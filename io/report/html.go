package report

import (
	"bytes"
	"fmt"
	"html/template"
	"io"
	"math"
	"slices"
	"strconv"
	"strings"

	"github.com/geored/geored/io/units"
)

// reportTemplate is the page report.html, what needs action first: the
// verdict, the flagged observations worst first, the rejected rows, the
// lines (flagged first); then the residual plot, the statistics, the fit
// against distance and the warnings; the job's settings, instruments,
// input files and hashes last; the caution at top and bottom.
// Numbers are fixed decimals: 0.1 mm, 0.01 ppm, distances to 4 decimals
// of the job's length unit (0.1 mm in metres), heights to 3, 0.01 for |w|,
// 0.001 for k.
const reportTemplate = `<!DOCTYPE html>
<html lang="en">
<head>
<meta charset="utf-8">
<meta name="viewport" content="width=device-width, initial-scale=1">
<title>Distance reduction report: {{.Settings.CRSName}}</title>
<style>
:root { color-scheme: light; }
body { font-family: "Liberation Sans", Arial, Helvetica, sans-serif; font-size: 15px; line-height: 1.4;
       color: #111; background: #fff; margin: 1rem auto; max-width: 84rem; padding: 0 1rem; }
h1 { font-size: 1.5rem; margin: 0 0 .25rem; }
h2 { font-size: 1.2rem; margin: 1.5rem 0 .4rem; border-bottom: 1px solid #999; padding-bottom: .1rem; }
h3 { font-size: 1.05rem; margin: 1.2rem 0 .4rem; }
p { margin: .35rem 0; }
header p { margin: .2rem 0; }
.caution { border: 2px solid #8a5a00; background: #fff6e0; padding: .35rem .75rem; margin: .5rem 0; }
.verdict { font-size: 1.1rem; padding: .5rem .75rem; border-left: 6px solid #1f4e79; background: #eef3f8; margin-top: .5rem; }
.verdict.status-1, .verdict.status-2 { border-left-color: #b00020; background: #fcebee; }
.verdict .status { font-weight: bold; }
ul.reasons { margin: .3rem 0; }
.bad { color: #b00020; font-weight: bold; }
table { border-collapse: collapse; margin: .4rem 0; font-variant-numeric: tabular-nums; }
th, td { border: 1px solid #bbb; padding: .2rem .45rem; vertical-align: top; }
thead th { background: #e8e8e8; text-align: center; font-weight: bold; }
td.num { text-align: right; white-space: nowrap; }
td.id { white-space: nowrap; }
#lines-table td.id { white-space: normal; overflow-wrap: break-word; }
td.text { overflow-wrap: break-word; }
.wide { overflow-x: auto; max-width: 100%; }
td.hash, td.row { font-family: "Liberation Mono", "DejaVu Sans Mono", monospace; font-size: .85em; overflow-wrap: anywhere; }
tbody th { text-align: left; font-weight: normal; }
table.kv th { text-align: left; background: #f2f2f2; font-weight: normal; width: 16rem; }
table.lines { font-size: .88rem; }
table.lines th, table.lines td { padding: .15rem .35rem; }
table.full { width: 100%; }
#flagged-observations tbody tr, #lines-table tr.flagged { background: #fcebee; }
#lines-table tr.flagged td:first-child { border-left: 4px solid #b00020; }
.flags { color: #b00020; font-weight: bold; }
dl.flags-meaning { margin: .3rem 0; font-size: .9rem; }
dl.flags-meaning dt { display: inline; font-weight: bold; }
dl.flags-meaning dd { display: inline; margin: 0 0 0 .25rem; }
dl.flags-meaning dd::after { content: ""; display: block; }
figure { margin: .5rem 0; }
figure svg { width: 100%; height: auto; max-width: 60rem; display: block; }
figcaption { font-size: .9rem; color: #333; }
.note { font-size: .9rem; color: #333; }
footer { margin-top: 2rem; }
@page { margin: 14mm; }
@media print {
  body { font-size: 9.5pt; margin: 0; max-width: none; padding: 0; }
  table.lines { font-size: 8pt; }
  h2 { break-after: avoid; page-break-after: avoid; }
  tr, figure { break-inside: avoid; page-break-inside: avoid; }
  .caution, .verdict { background: none; }
  #flagged-observations tbody tr, #lines-table tr.flagged { background: none; }
  thead { display: table-header-group; }
  .wide { overflow: visible; }
}
</style>
</head>
<body>
<header>
<h1>Distance reduction report</h1>
<p>{{.Settings.CRSName}}{{with .Settings.CRS}} ({{.}}){{end}}; distances in {{.Unit.Words}}, residuals in mm and ppm.</p>
<p class="caution" role="note"><strong>Caution.</strong> {{.Caution}}</p>
</header>

<section id="verdict">
<h2>Verdict</h2>
<p class="verdict status-{{.ExitStatus}}" id="verdict-text">
<span class="status">Exit status {{.ExitStatus}}: {{.Verdict}}.</span>
{{.Counts.Read}} observations read: {{.Counts.Reduced}} reduced, {{.Counts.Rejected}} rejected.
{{- if not .CountsAddUp}} <span class="bad">These counts do not add up: read should equal reduced + rejected.</span>{{end}}
{{.Counts.Flagged}} reduced observations flagged, on {{.Counts.FlaggedLines}} of {{.Counts.Lines}} lines.
</p>
{{- if .Reasons}}
<ul class="reasons" id="reasons">
{{- range .Reasons}}
<li>{{.}}</li>
{{- end}}
</ul>
{{- end}}
{{- with .Testing.Global}}
<p class="note" id="global-test">Global test of the variance factor over {{.N}} reduced observations: Σw²/n = {{f3 .VarianceFactor}}, bounds {{f3 .Lower}} to {{f3 .Upper}} at α {{.Alpha}}: <strong>{{.Outcome}}</strong>{{if and (lt .UnflaggedN .N) (gt .UnflaggedN 0)}}; {{f3 .UnflaggedVarianceFactor}} without the flagged observations{{end}}.</p>
{{- end}}
<p class="note" id="chance">{{with .Testing}}{{if eq .Scope "job"}}The critical value |w| &gt; {{w .Critical}} holds α {{.JobAlpha}} for the whole job (Šidák over its {{.Tests}} observation rows): {{.Outliers}} observations over it.{{else}}Each observation is tested at |w| &gt; {{w .Critical}} (α {{alpha .AlphaPerObservation}} each): {{.Outliers}} over it, where chance alone would give about {{f1 .ExpectedByChance}}.{{end}}{{end}}</p>
{{- range .Notes}}
<p class="note">{{.}}</p>
{{- end}}
</section>

<section id="flagged">
<h2>Flagged observations, worst first</h2>
{{- if .FlaggedObservations}}
<div class="wide">
<table class="lines full" id="flagged-observations">
<thead><tr><th>#</th><th>|w|</th><th>residual mm</th><th>ppm</th><th>σ mm</th><th>line</th><th>geodesic {{.Unit.Label}}</th><th>file:line</th><th>obs id</th><th>flagged by</th><th>zenith-angle height check</th></tr></thead>
<tbody>
{{- range $i, $o := .FlaggedObservations}}
<tr><td class="num">{{inc $i}}</td><td class="num">{{w (abs .W)}}</td><td class="num">{{mm .ResidualMM}}</td><td class="num">{{ppm .ResidualPPM}}</td><td class="num">{{mm .SigmaMM}}</td><td class="text">{{.From}} → {{.To}}</td><td class="num">{{$.Len .Geodesic}}</td><td class="text">{{place .Where}}</td><td class="text">{{.ObsID}}</td><td class="flags">{{flags .Flags}}</td><td class="text">{{$.HeightSays $o}}</td></tr>
{{- end}}
</tbody>
</table>
</div>
<p class="note">Worst first by the larger of |w| and the height check's |w|. The residual is the observation's reduced ellipsoid distance − the geodesic from control.
{{- if .FlaggedObservationsNotListed}} <span id="flagged-not-listed">The worst {{len .FlaggedObservations}} of {{.Counts.Flagged}} flagged observations are listed: reduced.csv has every observation (columns outlier, out_of_tolerance, height_flagged).</span>{{end}}</p>
{{- else if .Counts.Flagged}}
<p id="no-flagged-observations">{{.Counts.Flagged}} observations are flagged; this summary does not list them: reduced.csv has them (columns outlier, out_of_tolerance, height_flagged).</p>
{{- else if .Counts.Reduced}}
<p id="no-flagged-observations">No flagged observation: every one is within the critical value and the tolerance, and every target height checked agrees with its zenith angle.</p>
{{- else}}
<p id="no-flagged-observations">No observation was reduced, so none could be checked.</p>
{{- end}}
{{- if .FlagMeanings}}
<dl class="flags-meaning">
{{- range .FlagMeanings}}
<dt>{{.Flag}}</dt><dd>{{.Meaning}}.</dd>
{{- end}}
</dl>
{{- end}}
</section>

<section id="rejected">
<h2>Rejected rows</h2>
{{- if .FirstRejects}}
<table class="lines full" id="rejected-rows">
<thead><tr><th>file:line</th><th>reason</th><th>row as written</th></tr></thead>
<tbody>
{{- range .FirstRejects}}
<tr><td class="text">{{place .File}}:{{.Line}}</td><td class="text">{{rejectReason .}}</td><td class="row">{{.Row}}</td></tr>
{{- end}}
</tbody>
</table>
{{- if gt .Counts.Rejected (len .FirstRejects)}}<p class="note" id="rejects-not-listed">The first {{len .FirstRejects}} of {{.Counts.Rejected}}: rejects.csv has them all.</p>{{end}}
{{- else if .Counts.Rejected}}
<p id="no-rejected-rows">{{.Counts.Rejected}} rows were rejected: rejects.csv has them, with their reasons.</p>
{{- else}}
<p id="no-rejected-rows">No row was rejected.</p>
{{- end}}
</section>

<section id="lines">
<h2>Lines, flagged first</h2>
{{- if .Lines}}
<div class="wide">
<table class="lines full" id="lines-table">
<thead><tr><th>from</th><th>to</th><th>flags</th><th>count</th><th>flagged observations</th><th>both ways</th><th>geodesic {{.Unit.Label}}</th><th>grid {{.Unit.Label}}</th><th>mean residual mm</th><th>without the flagged mm</th><th>ppm</th><th>σ mm</th><th>max |w|</th><th>spread mm</th><th>k</th></tr></thead>
<tbody>
{{- range .Lines}}
<tr{{if .Flagged}} class="flagged"{{end}}><td class="id">{{.From}}</td><td class="id">{{.To}}</td><td class="flags">{{flags .Flags}}</td><td class="num">{{.Count}}</td><td class="text">{{flaggedObs .}}</td><td>{{yesno .Reciprocal}}</td><td class="num">{{$.Len .Geodesic}}</td><td class="num">{{$.Len .Grid}}</td><td class="num">{{mm .ResidualMM}}</td><td class="num">{{unflaggedMM .}}</td><td class="num">{{ppm .ResidualPPM}}</td><td class="num">{{mm .SigmaMM}}</td><td class="num">{{w .MaxAbsW}}</td><td class="num">{{mm .SpreadMM}}</td><td class="num">{{k .K}}</td></tr>
{{- end}}
</tbody>
</table>
</div>
<p class="note">A line is listed once whichever way it was observed. Mean residual: the mean reduced ellipsoid distance − the geodesic from control, over all its observations; without the flagged: over those not flagged (– where all are).</p>
{{- end}}
{{- if not .Counts.Lines}}
<p id="no-flagged-lines">No line was reduced, so none could be checked.</p>
{{- else if not .Counts.FlaggedLines}}
<p id="no-flagged-lines">No flagged lines: every line is within the tolerance and the critical value.</p>
{{- end}}
{{- if .LinesNotListed}}
<p id="lines-not-listed">{{.LinesNotListed}} of the {{.Counts.Lines}} lines are not listed here nor plotted (in a large job, the lines within tolerance and all but the worst flagged ones): lines.csv has every line.</p>
{{- end}}
</section>

<section id="plot">
<h2>Residuals against distance</h2>
{{- if .Plot}}
<figure>
{{.Plot}}
<figcaption id="plot-caption">Residual of each line's mean reduced ellipsoid distance against the geodesic from control, in mm, plotted at the line's geodesic distance in {{.Unit.Label}}. Error bars are ±{{.PlotBars}}σ of the line's mean; flagged lines are red triangles labelled from–to{{if .PlotUnlabelled}} (the {{.PlotMaxLabels}} worst by |w|; {{.PlotUnlabelled}} more are not labelled){{end}}{{if .PlotOffScale}}; a flagged line far off the scale of the others is an arrow at the edge, its residual in its label{{end}}{{if .Fit}}; the dashed line is the fit constant + scale · distance{{end}}.</figcaption>
</figure>
{{- else}}
<p>No line has a residual to plot.</p>
{{- end}}
{{- if .PlotSkipped}}
<p class="note bad">{{.PlotSkipped}} lines are left out of the plot: their distance, residual or σ is not a finite number.</p>
{{- end}}
</section>

<section id="statistics">
<h2>Residual statistics</h2>
<div class="wide">
<table class="lines" id="statistics-table">
<thead><tr><th>residuals of the observations</th><th>n</th><th>median mm</th><th>robust σ mm</th><th>mean mm</th><th>RMS mm</th><th>std. dev. mm</th><th>min mm</th><th>max mm</th><th>mean ppm</th><th>max |w|</th></tr></thead>
<tbody>
{{- range .StatRows}}
<tr><th scope="row">{{.Name}}</th>{{with .Stats}}<td class="num">{{.N}}</td><td class="num">{{mm .MedianMM}}</td><td class="num">{{mm .RobustSigmaMM}}</td><td class="num">{{mm .MeanMM}}</td><td class="num">{{mm .RMSMM}}</td><td class="num">{{mm .StdDevMM}}</td><td class="num">{{mm .MinMM}}</td><td class="num">{{mm .MaxMM}}</td><td class="num">{{ppm .MeanPPM}}</td><td class="num">{{w .MaxAbsW}}</td>{{end}}</tr>
{{- end}}
</tbody>
</table>
</div>
<p class="note">Each row is over the reduced observations, one residual each: ellipsoid, the reduced ellipsoid distance − the geodesic from control; grid, the reduced grid distance − the grid distance from control; "without the flagged" leaves out the flagged observations. A blunder swamps the mean, RMS and standard deviation but hardly moves the median and the robust σ: 1.4826 × the median absolute deviation from the median, which estimates σ for normal errors (Hampel 1974; Rousseeuw &amp; Croux 1993). The median and robust σ are read from a histogram of the residuals: within 0.005 mm for residuals under 20 mm, and within 0.05 % of the value beyond.</p>
</section>

<section id="fit">
<h2>Fit of residuals against distance</h2>
<p>A weighted least-squares line through the lines' mean ellipsoid residuals: residual = constant + scale · distance.
Each line weighs as one of its observations (repeated sets share their centring, heights and control); where a line's observations disagree, its flagged ones are left out of its mean.
A significant constant suggests a wrong prism constant or additive constant; a significant scale, a wrong ppm or atmosphere setting. A diagnosis needs at least {{.FitMinLines}} lines, the longest at least {{.FitMinRatio}} times the shortest, and no line deciding the fit alone (leverage at most {{.FitMaxLeverage}}).</p>
{{- with .Fit}}
{{- if not .Enough}}
<p class="note bad" id="fit-evidence"><strong>Not enough evidence for a diagnosis:</strong> {{.EvidenceReason}}. The estimates are shown for information only and are not a diagnosis; neither term is tested.</p>
{{- end}}
<table class="lines" id="fit-table">
<thead><tr><th>term</th><th>estimate</th><th>σ</th><th>significant</th></tr></thead>
<tbody>
<tr><th scope="row">constant</th><td class="num">{{mm .ConstantMM}} mm</td><td class="num">{{mm .ConstantSigma}} mm</td><td>{{if .Enough}}{{yesno .ConstantSignificant}}{{else}}not tested{{end}}</td></tr>
<tr><th scope="row">scale</th><td class="num">{{ppm .ScalePPM}} ppm</td><td class="num">{{ppm .ScaleSigma}} ppm</td><td>{{if .Enough}}{{yesno .ScaleSignificant}}{{else}}not tested{{end}}</td></tr>
</tbody>
</table>
<p>Variance factor s₀² = {{f .VarianceFactor 2}} from {{.N}} lines, {{$.Len0 .ShortestM}} {{$.Unit.Label}} to {{$.Len0 .LongestM}} {{$.Unit.Label}}; largest leverage {{f .MaxLeverage 2}}.{{with .LeftOut}} Left out of the fit: {{.}}.{{end}}</p>
{{- end}}
{{- range .FitReading}}
<p>{{.}}</p>
{{- else}}
<p>No fit in this run.</p>
{{- end}}
</section>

→ Exercise details
The expected answer is an exact copy of the lines above, beginning at the line with "color: #111; background: #fff;" and ending at the line with "margin: .2rem 0;", with both ends in.

→ Answer box
       color: #111; background: #fff; margin: 1rem auto; max-width: 84rem; padding: 0 1rem; }
h1 { font-size: 1.5rem; margin: 0 0 .25rem; }
h2 { font-size: 1.2rem; margin: 1.5rem 0 .4rem; border-bottom: 1px solid #999; padding-bottom: .1rem; }
h3 { font-size: 1.05rem; margin: 1.2rem 0 .4rem; }
p { margin: .35rem 0; }
header p { margin: .2rem 0; }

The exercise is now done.